**Task**
Below are records; work out how many of their lines contain the word "flags" and reply with the number only.

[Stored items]

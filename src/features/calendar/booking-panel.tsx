import { useQuery } from '@tanstack/react-query'
import { Link, useNavigate, useParams, useSearchParams } from 'react-router-dom'
import type { Booking } from '../../../shared/bookings/calendar-schemas.ts'
import { formatDay } from '../../../shared/calendar/days.ts'
import { formatLoad } from '../../../shared/labour/format-hours.ts'
import { CrewPennant } from '../../drawings/crew-pennant.tsx'
import { RoofGlyph } from '../../drawings/roof-glyph.tsx'
import { useMay } from '../../lib/session.ts'
import { Dialog } from '../../ui/dialog.tsx'
import { PageSkeleton } from '../../ui/skeleton.tsx'
import { ErrorState, Note } from '../../ui/states.tsx'
import { StateMark } from './booking-cell.tsx'
import { BookingEditor } from './booking-editor.tsx'
import { BookingClashes, DayFlagLines, lengthWords } from './booking-flags.tsx'
import { searchWith } from './calendar-address.ts'
import { calendarQueries } from './calendar-queries.ts'

function Head({ booking }: { booking: Booking }) {
  const length = lengthWords(booking)
  return (
    <div className="space-y-2">
      <div className="flex flex-wrap items-center gap-3">
        {booking.glyph ? <RoofGlyph glyph={booking.glyph} sizePx={56} /> : null}
        <div className="min-w-0 space-y-1">
          <p className="flex flex-wrap items-center gap-2">
            <CrewPennant {...booking.crew} />
            <span className="font-semibold">{booking.crew.name}</span>
            <StateMark state={booking.state} />
          </p>
          <p className="text-ink-soft">{booking.job.siteAddress || 'No site address yet'}</p>
          <p>Start {booking.startAt}</p>
        </div>
      </div>
      <p>
        <Link
          to={`/jobs/${booking.job.id}`}
          className="inline-flex min-h-11 items-center font-semibold text-chalk underline"
        >
          Open job {booking.job.number}
        </Link>
      </p>
      {length ? (
        <Note kind="caution" title={length}>
          {booking.shortMinutes > 0
            ? 'Add a day, or put more people in the crew.'
            : 'Take the days that hold nothing off the booking.'}
        </Note>
      ) : null}
      {booking.clashReason ? (
        <Note title="Two jobs on one day, on purpose">{booking.clashReason}</Note>
      ) : null}
    </div>
  )
}

function Days({ booking }: { booking: Booking }) {
  return (
    <section aria-labelledby="booking-days">
      <h3 id="booking-days" className="mb-2 text-lg font-extrabold">
        What each day holds
      </h3>
      <ol className="space-y-2">
        {booking.days.map((day) => (
          <li key={day.id} className="rounded-md border border-rule p-3">
            <p className="flex flex-wrap items-baseline justify-between gap-x-3">
              <span className="font-semibold">{formatDay(day.day)}</span>
              <span className="text-sm">
                {day.revisionLetter ? `Roof ${day.revisionLetter} · ` : ''}
                {formatLoad(day.plannedMinutes, day.availableMinutes)}
                {day.worked ? ' · worked' : ''}
              </span>
            </p>
            <div className="text-sm">
              <DayFlagLines flags={day.flags} />
            </div>
            {day.tasks.length > 0 ? (
              <details className="mt-1">
                <summary className="min-h-11 content-center">{day.holds}</summary>
                <ul className="list-disc pl-5 text-sm">
                  {day.tasks.map((task, i) => (
                    <li key={i}>
                      {task.title}
                      {task.quantity > 1 ? ` × ${task.quantity}` : ''}
                    </li>
                  ))}
                </ul>
              </details>
            ) : day.revisionLetter ? (
              <p className="mt-1 text-ink-soft">Nothing left to do on this day.</p>
            ) : null}
          </li>
        ))}
      </ol>
    </section>
  )
}

/** One booking beside the calendar: what its days hold and, for the office, everything that can change. */
export function BookingPanel() {
  const { bookingId = '' } = useParams()
  const [search] = useSearchParams()
  const navigate = useNavigate()
  const mayEdit = useMay('booking:write')
  const { data: booking, error, refetch } = useQuery(calendarQueries.booking(bookingId))
  const close = () => void navigate(`/calendar${searchWith(search, { job: null, day: null })}`)
  return (
    <Dialog open place="panel" title={booking?.job.title ?? 'Booking'} onClose={close}>
      {error ? (
        <ErrorState message={error.message} onRetry={() => void refetch()} />
      ) : !booking ? (
        <PageSkeleton />
      ) : (
        <div className="space-y-6">
          {booking.cancelled ? <Note kind="stop" title="This booking is cancelled" /> : null}
          <Head booking={booking} />
          <BookingClashes booking={booking} />
          <Days booking={booking} />
          {mayEdit ? (
            <BookingEditor booking={booking} onClosed={close} />
          ) : booking.gear ? (
            <p>
              <span className="font-semibold">Gear to bring:</span> {booking.gear}
            </p>
          ) : null}
        </div>
      )}
    </Dialog>
  )
}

**Written response**
2